Supplied data:
BEGIN

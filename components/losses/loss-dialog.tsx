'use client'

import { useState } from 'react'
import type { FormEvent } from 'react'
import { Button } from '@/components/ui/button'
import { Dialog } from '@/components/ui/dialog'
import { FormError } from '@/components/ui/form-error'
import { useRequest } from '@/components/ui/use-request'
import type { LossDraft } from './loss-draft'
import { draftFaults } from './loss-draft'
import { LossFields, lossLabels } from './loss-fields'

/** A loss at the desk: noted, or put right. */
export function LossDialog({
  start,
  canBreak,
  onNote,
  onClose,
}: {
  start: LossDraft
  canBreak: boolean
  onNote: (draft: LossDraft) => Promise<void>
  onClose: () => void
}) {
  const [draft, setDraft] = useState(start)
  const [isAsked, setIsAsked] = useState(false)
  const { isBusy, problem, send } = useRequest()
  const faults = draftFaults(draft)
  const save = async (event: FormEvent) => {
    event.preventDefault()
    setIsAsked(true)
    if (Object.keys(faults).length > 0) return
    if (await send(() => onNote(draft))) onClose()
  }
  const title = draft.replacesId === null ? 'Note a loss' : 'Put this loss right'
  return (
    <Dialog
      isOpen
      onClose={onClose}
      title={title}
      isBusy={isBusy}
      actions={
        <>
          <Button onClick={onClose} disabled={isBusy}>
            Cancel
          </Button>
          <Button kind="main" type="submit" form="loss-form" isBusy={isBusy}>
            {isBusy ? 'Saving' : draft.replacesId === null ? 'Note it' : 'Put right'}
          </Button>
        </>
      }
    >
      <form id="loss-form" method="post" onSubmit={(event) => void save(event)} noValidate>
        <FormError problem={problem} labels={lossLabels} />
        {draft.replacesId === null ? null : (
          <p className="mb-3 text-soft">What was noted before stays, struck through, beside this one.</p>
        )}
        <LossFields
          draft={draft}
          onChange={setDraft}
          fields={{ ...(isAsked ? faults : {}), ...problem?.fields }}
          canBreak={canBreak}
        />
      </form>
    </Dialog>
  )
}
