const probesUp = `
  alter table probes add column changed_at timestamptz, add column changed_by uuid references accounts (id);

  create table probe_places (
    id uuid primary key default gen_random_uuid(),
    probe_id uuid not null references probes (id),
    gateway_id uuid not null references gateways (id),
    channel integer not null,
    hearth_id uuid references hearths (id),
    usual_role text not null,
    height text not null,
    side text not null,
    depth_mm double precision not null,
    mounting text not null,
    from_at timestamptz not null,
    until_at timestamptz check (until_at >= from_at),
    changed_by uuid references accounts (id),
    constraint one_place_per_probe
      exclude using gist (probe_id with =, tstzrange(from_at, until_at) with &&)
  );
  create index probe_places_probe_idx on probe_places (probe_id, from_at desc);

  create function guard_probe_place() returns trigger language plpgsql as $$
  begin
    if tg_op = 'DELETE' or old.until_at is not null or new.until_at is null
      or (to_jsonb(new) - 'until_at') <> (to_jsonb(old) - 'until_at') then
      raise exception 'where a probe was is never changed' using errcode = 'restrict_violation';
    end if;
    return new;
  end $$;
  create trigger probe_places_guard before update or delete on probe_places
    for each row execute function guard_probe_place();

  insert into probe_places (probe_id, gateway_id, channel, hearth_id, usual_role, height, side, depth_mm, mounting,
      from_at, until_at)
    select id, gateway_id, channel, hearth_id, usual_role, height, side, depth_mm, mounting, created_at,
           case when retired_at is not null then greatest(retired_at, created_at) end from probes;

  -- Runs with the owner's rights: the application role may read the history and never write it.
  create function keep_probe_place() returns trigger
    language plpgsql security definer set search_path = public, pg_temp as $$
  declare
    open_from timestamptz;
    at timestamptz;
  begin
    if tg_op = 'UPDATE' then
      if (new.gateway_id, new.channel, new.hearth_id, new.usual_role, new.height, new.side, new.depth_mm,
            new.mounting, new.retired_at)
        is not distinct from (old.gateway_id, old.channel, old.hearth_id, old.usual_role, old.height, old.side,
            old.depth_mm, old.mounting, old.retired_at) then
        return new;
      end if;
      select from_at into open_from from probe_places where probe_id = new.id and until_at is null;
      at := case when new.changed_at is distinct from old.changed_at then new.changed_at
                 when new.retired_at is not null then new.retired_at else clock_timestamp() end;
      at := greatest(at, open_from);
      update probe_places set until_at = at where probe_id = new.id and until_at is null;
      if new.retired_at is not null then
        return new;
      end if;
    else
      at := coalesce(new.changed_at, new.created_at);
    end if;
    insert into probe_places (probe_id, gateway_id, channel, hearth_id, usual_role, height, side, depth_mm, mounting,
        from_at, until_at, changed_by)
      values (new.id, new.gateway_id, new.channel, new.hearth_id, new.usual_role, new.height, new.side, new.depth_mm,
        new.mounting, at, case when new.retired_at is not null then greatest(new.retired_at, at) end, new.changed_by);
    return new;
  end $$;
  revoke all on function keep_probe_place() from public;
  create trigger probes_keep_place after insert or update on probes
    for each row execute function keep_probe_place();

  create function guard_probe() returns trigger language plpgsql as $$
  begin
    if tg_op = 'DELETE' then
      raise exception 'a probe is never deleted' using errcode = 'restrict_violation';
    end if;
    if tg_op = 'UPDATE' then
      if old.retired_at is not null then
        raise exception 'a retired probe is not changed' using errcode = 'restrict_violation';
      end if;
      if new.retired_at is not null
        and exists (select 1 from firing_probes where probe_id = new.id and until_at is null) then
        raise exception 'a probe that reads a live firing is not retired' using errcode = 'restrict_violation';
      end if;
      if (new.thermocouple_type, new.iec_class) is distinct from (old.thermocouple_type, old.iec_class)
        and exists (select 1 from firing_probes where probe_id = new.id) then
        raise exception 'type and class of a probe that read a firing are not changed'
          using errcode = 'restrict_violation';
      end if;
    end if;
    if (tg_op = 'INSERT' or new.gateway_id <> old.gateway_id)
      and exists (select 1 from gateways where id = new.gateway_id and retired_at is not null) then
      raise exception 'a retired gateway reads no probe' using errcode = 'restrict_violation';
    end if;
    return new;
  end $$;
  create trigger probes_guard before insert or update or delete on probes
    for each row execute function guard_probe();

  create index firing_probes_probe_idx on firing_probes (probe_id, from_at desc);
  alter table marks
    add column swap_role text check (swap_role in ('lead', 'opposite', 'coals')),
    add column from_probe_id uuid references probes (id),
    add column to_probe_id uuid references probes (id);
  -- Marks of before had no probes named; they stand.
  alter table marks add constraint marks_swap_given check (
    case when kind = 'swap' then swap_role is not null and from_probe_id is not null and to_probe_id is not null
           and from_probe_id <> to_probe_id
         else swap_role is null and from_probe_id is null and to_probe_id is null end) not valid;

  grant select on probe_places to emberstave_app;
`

END
BEGIN

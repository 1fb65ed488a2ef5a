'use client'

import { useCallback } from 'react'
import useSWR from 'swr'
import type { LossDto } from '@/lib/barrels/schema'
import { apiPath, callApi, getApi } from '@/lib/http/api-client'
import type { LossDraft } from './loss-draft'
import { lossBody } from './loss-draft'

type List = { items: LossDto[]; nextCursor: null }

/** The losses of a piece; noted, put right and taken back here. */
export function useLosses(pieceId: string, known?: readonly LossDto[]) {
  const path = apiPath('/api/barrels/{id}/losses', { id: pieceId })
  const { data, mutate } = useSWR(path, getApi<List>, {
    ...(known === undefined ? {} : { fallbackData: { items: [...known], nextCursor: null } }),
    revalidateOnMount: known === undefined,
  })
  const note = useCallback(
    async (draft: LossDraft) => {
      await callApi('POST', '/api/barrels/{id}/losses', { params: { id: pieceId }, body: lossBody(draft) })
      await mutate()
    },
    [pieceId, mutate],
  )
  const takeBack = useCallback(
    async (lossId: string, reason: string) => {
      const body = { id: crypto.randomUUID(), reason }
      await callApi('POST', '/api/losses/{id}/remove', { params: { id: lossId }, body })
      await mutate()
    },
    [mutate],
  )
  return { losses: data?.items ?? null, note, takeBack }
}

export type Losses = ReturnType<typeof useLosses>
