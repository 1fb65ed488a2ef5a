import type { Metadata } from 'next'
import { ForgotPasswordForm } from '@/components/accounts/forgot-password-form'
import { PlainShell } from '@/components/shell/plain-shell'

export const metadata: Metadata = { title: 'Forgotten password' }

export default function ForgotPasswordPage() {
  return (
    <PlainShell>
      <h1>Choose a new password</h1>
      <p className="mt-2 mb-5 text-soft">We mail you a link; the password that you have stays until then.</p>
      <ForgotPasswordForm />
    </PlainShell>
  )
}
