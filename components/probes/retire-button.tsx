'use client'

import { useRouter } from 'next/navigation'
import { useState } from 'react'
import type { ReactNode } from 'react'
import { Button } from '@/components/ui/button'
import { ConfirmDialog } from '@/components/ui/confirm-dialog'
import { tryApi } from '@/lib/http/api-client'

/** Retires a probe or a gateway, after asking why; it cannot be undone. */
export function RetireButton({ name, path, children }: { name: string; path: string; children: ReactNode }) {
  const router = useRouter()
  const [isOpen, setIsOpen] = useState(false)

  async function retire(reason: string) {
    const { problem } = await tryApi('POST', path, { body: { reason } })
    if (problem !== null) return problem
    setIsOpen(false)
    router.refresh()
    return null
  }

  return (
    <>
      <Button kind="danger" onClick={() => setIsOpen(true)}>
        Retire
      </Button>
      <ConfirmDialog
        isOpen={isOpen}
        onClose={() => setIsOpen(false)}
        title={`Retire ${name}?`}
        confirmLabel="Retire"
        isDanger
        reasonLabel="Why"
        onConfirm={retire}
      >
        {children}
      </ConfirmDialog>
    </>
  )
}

END

Exercise details:
Show each line in the entries that holds the string "raise".

Answer to the exercise:
      raise exception 'where a probe was is never changed' using errcode = 'restrict_violation';
      raise exception 'a probe is never deleted' using errcode = 'restrict_violation';
        raise exception 'a retired probe is not changed' using errcode = 'restrict_violation';
        raise exception 'a probe that reads a live firing is not retired' using errcode = 'restrict_violation';
        raise exception 'type and class of a probe that read a firing are not changed'
      raise exception 'a retired gateway reads no probe' using errcode = 'restrict_violation';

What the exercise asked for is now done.